What Does Language Proficiency Mean?
In conducting research for my most recent book, Raising Global Children, I interviewed hundreds of people. One particular group, college professors, expressed a great deal of concern over the level of language capabilities students were coming onto campus with as freshmen.
One of these was Dr. Jeffery W. Overby, a professor of business at Belmont University in Nashville, who said, “The lack of language education for American students before high school inhibits their ability to master a language and to appreciate other cultures through language learning. We wouldn’t consider sending students to college with only 2 years of math or history. Language should be treated the same — as a core subject beginning in elementary school.”
Many Americans today don’t study a foreign language, and those who do often move from one to the next in the hopes of finding one that’s easier to learn (I did this: Spanish to French to Italian to Polish to Mandarin), and others just give up because it takes a lot of time and effort. But it doesn’t have to be this way.
Requiring foreign language as part of the K-12 core curriculum will help more Americans become what so many others are around the world: proficient in a second language.

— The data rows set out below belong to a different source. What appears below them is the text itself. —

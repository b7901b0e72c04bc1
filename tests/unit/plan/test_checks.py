from dataclasses import replace

import pytest

from layout.geometry.cross import CrossLine
from layout.instrument import (
    Board,
    Compensation,
    Listed,
    Margins,
    MultiScale,
    Nut,
    OneRadius,
    ParallelScale,
    Slots,
    SpreadList,
    SpreadRule,
    Tooling,
    Widths,
    Wire,
)
from layout.pitch.notes import read_note
from layout.plan.doubts import find_doubts
from layout.plan.make import make_plan


def found(job, code):
    return [finding for finding in make_plan(job).findings if finding.code == code]


def only(job, code):
    (finding,) = found(job, code)
    return finding


def test_a_sound_job_raises_no_doubts(parlour):
    assert make_plan(parlour).findings == ()


# Slots -------------------------------------------------------------------------------------------


def cut_with(job, tooling, width=0.58, **wire):
    return replace(job, tooling=tooling, slots=Slots(width), wire=Wire(**wire))


def test_slot_narrower_than_cutter(parlour):
    finding = only(cut_with(parlour, Tooling("router", 0.6)), "slot-narrower-than-cutter")
    assert (finding.severity, finding.unit) == ("error", "mm")
    assert finding.amount == pytest.approx(0.02, abs=1e-12)
    assert "0.02 mm narrower than the cutter" in finding.text
    laser = Tooling("laser", kerf_mm=(0.6, 0.6), lines="offset")
    assert "not wider than the kerf" in only(cut_with(parlour, laser), finding.code).text
    for cutter in (0.59, 0.58, 0.4):
        assert not found(cut_with(parlour, Tooling("router", cutter)), finding.code)


@pytest.mark.parametrize(
    ("tang", "code"),
    [
        (0.58, "slot-tight-for-tang"),
        (0.56, "slot-tight-for-tang"),
        (0.55, None),
        (0.50, None),
        (0.49, "slot-loose-for-tang"),
    ],
)
def test_finished_slot_against_tang(parlour, tang, code):
    job = cut_with(parlour, Tooling("saw", kerf_mm=(0.58, 0.58)), tang_mm=tang)
    codes = {f.code for f in make_plan(job).findings}
    assert codes == ({code} if code else set())
    if code:
        assert only(job, code).amount == pytest.approx(0.58 - tang, abs=1e-12)
        assert only(job, code).severity == "warning"


def test_a_laser_slot_left_wider_by_the_kerf_is_named(parlour):
    on = Tooling("laser", kerf_mm=(0.15, 0.15), lines="on")
    finding = only(cut_with(parlour, on, tang_mm=0.53), "slot-loose-for-tang")
    assert finding.amount == pytest.approx(0.58 + 0.15 - 0.53, abs=1e-12)
    assert "wider by its kerf" in finding.text
    offset = replace(on, lines="offset")
    assert not make_plan(cut_with(parlour, offset, tang_mm=0.53)).findings


def test_little_wood_under_a_slot(parlour):
    flat = replace(parlour, board=Board(thickness_mm=3.8))
    assert not found(flat, "little-wood-under-slot")  # 3.8 - 1.9 - 0.4 is 1.5
    finding = only(replace(flat, board=Board(thickness_mm=3.7)), "little-wood-under-slot")
    assert finding.amount == pytest.approx(1.4, abs=1e-9)
    assert finding.severity == "warning"
    # Over a curve the ends of the longest slot lie lowest.
    curved = replace(parlour, board=Board(thickness_mm=3.8, top=OneRadius(254.0)))
    finding = only(curved, "little-wood-under-slot")
    assert finding.fret == 20
    assert 0.0 < finding.amount < 0.5
    assert only(replace(flat, board=Board(thickness_mm=2.0)), finding.code).severity == "error"
    blind = replace(curved, slots=Slots(run="blind", short_of_edge_mm=8.0))
    assert only(blind, finding.code).amount > finding.amount
    assert not found(replace(curved, wire=Wire()), finding.code)


def test_nut_shift_at_a_zero_fret(parlour):
    zero = replace(parlour, nut=Nut(zero="fret"))
    assert only(zero, "nut-shift-at-zero-fret").severity == "warning"
    still = replace(zero, compensation=Compensation("none", "each", None, 1, 12))
    assert not found(still, "nut-shift-at-zero-fret")
    assert not found(parlour, "nut-shift-at-zero-fret")


# Strings -----------------------------------------------------------------------------------------


@pytest.mark.parametrize(("margin", "severity"), [(1.0, "warning"), (-0.5, "error"), (1.7, None)])
def test_string_near_edge(parlour, margin, severity):
    job = replace(parlour, board=Board(Margins(margin, 4.0)))
    findings = found(job, "string-near-edge")
    # String 1 is 0.3 mm thick, string 6 1.35 mm: the bass one comes nearer.
    if severity is None:
        assert [f.string for f in findings] == [6]
        assert findings[0].amount == pytest.approx(1.7 - 1.3462 / 2, abs=0.02)
        return
    assert [f.string for f in findings] == [1, 6]
    assert findings[0].severity == severity
    assert findings[0].amount == pytest.approx(margin - 0.3048 / 2, abs=0.02)


@pytest.mark.parametrize("tail", [0.5, 3.5])
def test_string_near_edge_at_the_tail(parlour, tail):
    job = replace(parlour, board=Board(Margins(3.5, tail)))
    assert bool(found(job, "string-near-edge")) is (tail < 1)


def test_strings_too_close(parlour):
    job = replace(parlour, spread=SpreadRule(18.0, 54.0), board=Board())
    findings = found(job, "strings-too-close")
    assert {f.severity for f in findings} == {"warning"}
    assert "at the nut" in findings[0].text
    # 3.6 mm between centres less half of 12 and 16 thousandths, and so on.
    assert findings[0].string == 3
    assert findings[0].amount == pytest.approx(3.6 - (24 + 32) / 2 * 0.0254, abs=1e-9)
    touching = replace(parlour, spread=SpreadRule(4.0, 54.0), board=Board())
    assert found(touching, "strings-too-close")[-1].severity == "error"


def test_strings_of_one_course_may_lie_close(parlour):
    paired = tuple(replace(s, course=str(i // 2)) for i, s in enumerate(parlour.strings))
    spread = SpreadRule(36.0, 54.0, pair_nut_mm=1.0, pair_saddle_mm=1.0)
    assert not found(replace(parlour, strings=paired, spread=spread), "strings-too-close")
    none = replace(spread, pair_nut_mm=0.0)
    errors = found(replace(parlour, strings=paired, spread=none), "strings-too-close")
    assert [(f.string, f.severity) for f in errors] == [(1, "error"), (3, "error"), (5, "error")]


def test_near_breaking_load(parlour):
    high = replace(parlour.strings[0], note=read_note("A4"))
    job = replace(parlour, strings=(high, *parlour.strings[1:]))
    finding = only(job, "near-breaking-load")
    assert (finding.string, finding.unit) == (1, "share")
    assert finding.amount > 0.85
    assert "eye protection" in finding.text


# Frets -------------------------------------------------------------------------------------------


def test_stops_out_of_order(six):
    assert not found(six, "stops-out-of-order")
    plan = make_plan(six)
    met = plan.frets.met_mm.copy()
    met[2, 4] = met[2, 3] - 0.5
    findings = find_doubts(replace(plan, frets=replace(plan.frets, met_mm=met)))
    (finding,) = [f for f in findings if f.code == "stops-out-of-order"]
    assert (finding.severity, finding.string, finding.fret) == ("error", 3, 5)
    assert finding.amount == pytest.approx(-0.5, abs=1e-9)


def test_nut_steep(fan):
    steep = replace(fan, scale=MultiScale(600.0, 700.0, 12.0), board=Board(tail_end="along"))
    finding = only(steep, "nut-steep")
    assert finding.amount > 20
    assert not found(fan, "nut-steep")
    assert only(replace(steep, scale=MultiScale(700.0, 600.0, 12.0)), "nut-steep").amount > 20


def test_fret_misses_string(six):
    # A listed string outside the width given for the board.
    spread = SpreadList((18, 10.8, 3.6, -3.6, -10.8, -26), (27, 16.2, 5.4, -5.4, -16.2, -32))
    job = replace(six, spread=spread, board=Board(Widths(("nut", 43.0), ("tail", 56.0))))
    findings = found(job, "fret-misses-string")
    assert {f.string for f in findings} == {6}
    assert findings[0].severity == "error"
    assert not found(six, "fret-misses-string")


def test_fret_runs_off_board(fan):
    # Square at the far end: near the nut the frets lean, and a square nut end cuts them off.
    plan = make_plan(fan)
    short = replace(plan.board, nut_end=CrossLine(plan.frets.at_centre_mm[0] - 1.0))
    doubts = find_doubts(replace(plan, board=short))
    findings = [f for f in doubts if f.code == "fret-runs-off-board"]
    assert [f.fret for f in findings] == [1]
    assert findings[0].amount > 0
    assert not found(fan, "fret-runs-off-board")


def test_strings_disagree(lute, six):
    findings = found(lute, "strings-disagree")
    assert [f.fret for f in findings] == [1, 3, 6, 8]
    assert {f.severity for f in findings} == {"warning"}
    assert findings[0].amount == pytest.approx(41.06, abs=0.005)
    assert not found(six, "strings-disagree")


# Pitch -------------------------------------------------------------------------------------------


def test_no_claim_about_pitch(six, parlour):
    finding = only(six, "no-claim-about-pitch")
    assert finding.severity == "note"
    assert "string data for string 1" in finding.text
    assert "heights" in finding.text
    only_heights = only(replace(parlour, heights=None), "no-claim-about-pitch").text
    assert "string data" not in only_heights
    assert not found(parlour, "no-claim-about-pitch")


def test_a_listed_saddle_that_does_not_fit(parlour):
    listed = Listed((1.0, 4.0, 1.0, 4.0, 1.0, 4.0))
    job = replace(parlour, compensation=Compensation("none", listed, 2.4, 1, 12))
    finding = only(job, "saddle-too-thin")
    assert finding.severity == "warning"
    assert finding.amount == pytest.approx(make_plan(job).ends.strip.width_mm - 2.4, abs=1e-9)
    wide = replace(job, compensation=replace(job.compensation, saddle_thickness_mm=6.0))
    assert not found(wide, "saddle-too-thin")


def test_a_saddle_that_limits_intonation(parlour):
    thin = replace(parlour, compensation=Compensation("each", "each", 0.5, 1, 12))
    finding = only(thin, "saddle-limits-intonation")
    assert finding.severity == "note"
    assert finding.amount == make_plan(thin).ends.limit_cost_cents > 0.01
    assert not found(parlour, "saddle-limits-intonation")


def test_a_thin_saddle_never_exceeds_its_thickness(parlour):
    thin = replace(parlour, compensation=Compensation("each", "each", 0.5, 1, 12))
    assert not found(thin, "saddle-too-thin")


def test_findings_come_in_the_order_a_maker_asks(parlour):
    job = replace(
        parlour,
        scale=ParallelScale(628.65),
        tooling=Tooling("router", 0.6),
        board=Board(Margins(1.0, 1.0), thickness_mm=3.0),
        heights=None,
        compensation=Compensation(),
    )
    codes = list(dict.fromkeys(f.code for f in make_plan(job).findings))
    assert codes == [
        "slot-narrower-than-cutter",
        "string-near-edge",
        "no-claim-about-pitch",
        "little-wood-under-slot",
    ]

The term “proficiency” is used a great deal in the modern global world. We use it to describe our children’s competency in a foreign language both in the classroom and in a foreign country as they are able to read and interpret signs and menus in a language other than English. According to the American Council on the Teaching of Foreign Languages (ACTFL) Performance Descriptors for Language Learners, designed to reflect how language learners perform whether learning in classrooms, online, through independent project-based learning, or in blended environment:
Proficiency is the ability to use language in real world situations in a spontaneous interaction and non-rehearsed context and in a manner acceptable and appropriate to native speakers of the language. Proficiency demonstrates what a language user is able to do regardless of where, when or how the language was acquired. The demonstration is independent of how the language was learned; the context may or may not be familiar; the evaluation of proficiency is not limited to the content of a particular curriculum that has been taught or learned.
An assessment of proficiency determines if the language user provides sufficient evidence of all of the assessment criteria of a particular level according to the ACTFL Proficiency Guidelines. The individual must do everything expected at a level in a sustained fashion, that is, all of the time, in order to be rated at that level.
Testing for proficiency can be easily done through ACTFL’s Assessment of Performance Toward Proficiency in Languages (AAPPL). My daughters were tested in Spanish at the end of their eighth-grade year; they have been studying Spanish since Kindergarten. Their results, which were great, helped me understand very clearly where they each stood on the ACTFL proficiency scale. This is important because it takes many years to master a language and this test helps a parent see the continuous progress the child is making, even before they become proficient. I am confident they are well on their way to proficiency by the end of high school (as long as they keep studying).